Which lines below include the string "limit"? Please show each one.

#### Records for this exercise ####

function speedup(s: { low: number; expected: number; high: number } | null | undefined): string {
  return s ? `${factor(s.low)}–${factor(s.high)}× (expected ${factor(s.expected)}×)` : '—';
}

function quantityText(q: { value: number | null; expr: string }, unitBytes = true): string {
  if (q.value === null) return `${q.expr}${unitBytes ? ' B' : ''}`;
  return unitBytes ? bytes(q.value) : q.value.toLocaleString('en-US');
}

const table = (head: string[], rows: string[][], cls = ''): string =>
  `<table${cls ? ` class="${cls}"` : ''}><thead><tr>${head.map((h) => `<th>${h}</th>`).join('')}</tr></thead><tbody>${rows.map((r) => `<tr>${r.join('')}</tr>`).join('')}</tbody></table>`;

const td = (s: string, cls = ''): string => `<td${cls ? ` class="${cls}"` : ''}>${s}</td>`;

function placeOfFile(f: PlanningFile, line: number): SourcePlace {
  return { path: f.path, uri: f.uri, line };
}

/** The file a transfer's directive is in: another file's when the step calls into it. */
function transferPlace(f: PlanningFile, x: ReportTransfer): SourcePlace {
  return x.file && x.file !== f.path ? { path: x.file, line: x.line } : placeOfFile(f, x.line);
}

function machineText(m: PlanningMachine): string {
  const ridge = (peak: number, bw: number): string => `ridge ${intensity(peak / bw)} flop/B`;
  const core = { bw: m.host.bandwidthCore, peak: m.host.peakDouble / m.host.cores };
  const items = [
    `device <code>${esc(m.device.name)}</code>: ${rate(m.device.bandwidth, 'B/s')}, ${rate(m.device.peakDouble, 'Flop/s')} double (${rate(m.device.peakSingle, 'Flop/s')} single), ${ridge(m.device.peakDouble, m.device.bandwidth)}`,
    `host <code>${esc(m.host.name)}</code>, whole node: ${rate(m.host.bandwidthNode, 'B/s')}, ${rate(m.host.peakDouble, 'Flop/s')} double, ${ridge(m.host.peakDouble, m.host.bandwidthNode)}; one core: ${rate(core.bw, 'B/s')}, ${rate(core.peak, 'Flop/s')} double, ${ridge(core.peak, core.bw)}`,
    `link <code>${esc(m.link.name)}</code>: ${rate(m.link.bandwidth, 'B/s')} per direction, ${ridge(m.device.peakDouble, m.link.bandwidth)} crossing the link against the device's double peak`,
  ];
  return `<ul class="machine">${items.map((i) => `<li>${i}</li>`).join('')}</ul>`;
}

/** The updates a suggested region needs, with where they go: the region alone would leave host code reading stale data. */
function updatesList(edits: { line: number; text: string }[]): string {
  const ups = edits.filter((e) => /\bupdate\b/.test(e.text));
  if (ups.length === 0) return '';
  return `<p>With ${ups.length === 1 ? 'this update' : 'these updates'} for host code in the loop:</p><ul>${ups.map((e) => `<li>before line ${e.line}: <code>${esc(e.text.trim())}</code></li>`).join('')}</ul>`;
}

/** A speedup shown beside errors in its loop (stale data, races) says that the figure rests on a program that is wrong. */
function errorsNote(f: PlanningFile, t: ReportTimeLoop): string {
  const errors = (f.findings ?? []).filter((x) => x.severity === 'error' && x.line >= t.line && x.line <= t.endLine);
  if (errors.length === 0) return '';
  const codes = [...new Set(errors.map((x) => x.code))].join(', ');
  return ` <small class="warn">with ${errors.length} error${errors.length === 1 ? '' : 's'} in the loop (${esc(codes)}): the program is wrong until they are fixed</small>`;
}

function timeLoopsTable(ctx: Ctx, rows: TimeLoopRow[]): string {
  const head = ['', 'time loop', 'steps', 'host only', 'as written', 'speedup as written', 'bound by', 'with the suggested region', 'speedup with region', 'bound by', 'link bytes per step'];
  const body = rows.map((r) => {
    const e = r.t.estimate;
    const s = r.t.step;
    // Code that runs on the host: the "after" columns show the resident port plan.
    const plan = r.t.plans?.resident;
    const after = e?.withRegion ?? (plan ? { deviceSeconds: plan.stepSeconds, speedup: plan.speedup, bound: plan.bound } : undefined);
    const link = `${bytes(s?.linkBytes ?? (r.t.perStep.toDevice.value ?? 0) + (r.t.perStep.toHost.value ?? 0))}${s && s.linkBytesWithRegion !== null ? ` → ${bytes(s.linkBytesWithRegion)}` : ''}`;
    return [
      td(`<a href="#${r.label}">${r.label}</a>`, 'label'),
      td(`${ctx.src(placeOfFile(r.file, r.t.line))} <small>${esc(r.t.variable || 'while')} in ${esc(r.t.function)}</small>`),
      td(esc(quantityText(r.t.steps, false))),
      td(seconds(e?.hostSeconds)),
      td(seconds(e?.deviceSeconds)),
      td(`${speedup(e?.speedup)}${errorsNote(r.file, r.t)}`),
      td(esc(bound(e?.bound))),
      td(`${seconds(after?.deviceSeconds)}${plan && !e?.withRegion ? ' <small>(port plan 2)</small>' : ''}`),
      td(speedup(after?.speedup ?? undefined)),
      td(after?.bound ? esc(bound(after.bound as never)) : '—'),
      td(link),
    ];
  });
  return table(head, body, 'ranked');
}

function nestCells(ctx: Ctx, n: NestRow): string[] {
  const l = n.loop;
  const sh = n.share;
  const tl = n.timeLoop ? `<a href="#${n.timeLoop.label}">${n.timeLoop.label}</a>` : '—';
  return [
    td(`<a href="#${n.label}">${n.label}</a>`, 'label'),
    td(`${ctx.src(placeOfFile(n.file, l.line))} <small>${esc(nestVariablesText(l.variables))} in ${esc(l.function)}</small>`),
    td(l.offloaded ? esc(l.directive ?? 'yes') : sh ? 'no (host code in the loop)' : 'no'),
    td(esc(intensity(l.arithmeticIntensity.device))),
    td(esc(intensity(l.arithmeticIntensity.host))),
    td(sh ? percent(sh.share) : '—'),
    td(sh ? percent(sh.hostShare) : '—'),
    td(sh && sh.shareWithRegion !== null ? percent(sh.shareWithRegion) : '—'),
    td(sh ? seconds(sh.secondsPerStep) : '—'),
    td(tl),
  ];
}

const NEST_HEAD = ['', 'loop nest', 'offloaded', 'AI device', 'AI host', 'share of the step', 'of the host-only step', 'with the region', 'time per step', 'time loop'];

function findingsTable(ctx: Ctx, limit: number): string {
  const rows = ctx.s.findings.slice(0, limit).map(({ file, f }) => [
    td(`<span class="sev ${f.severity}">${f.severity}</span>`),
    td(`<code>${esc(f.code)}</code>`),
    td(ctx.src(placeOfFile(file, f.line))),
    td(f.bytesPerStep !== undefined ? `${bytes(f.bytesPerStep)}` : '—'),
    td(esc(f.message).replace(/`([^`]+)`/g, '<code>$1</code>'), 'message'),
  ]);
  return table(['severity', 'code', 'where', 'bytes per step', 'what'], rows, 'ranked findings');
}

const more = (shown: number, total: number, what: string): string => (total > shown ? `<p class="note">${total - shown} more ${what} in the detail per file below.</p>` : '');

####

**Result of the task**
function findingsTable(ctx: Ctx, limit: number): string {
  const rows = ctx.s.findings.slice(0, limit).map(({ file, f }) => [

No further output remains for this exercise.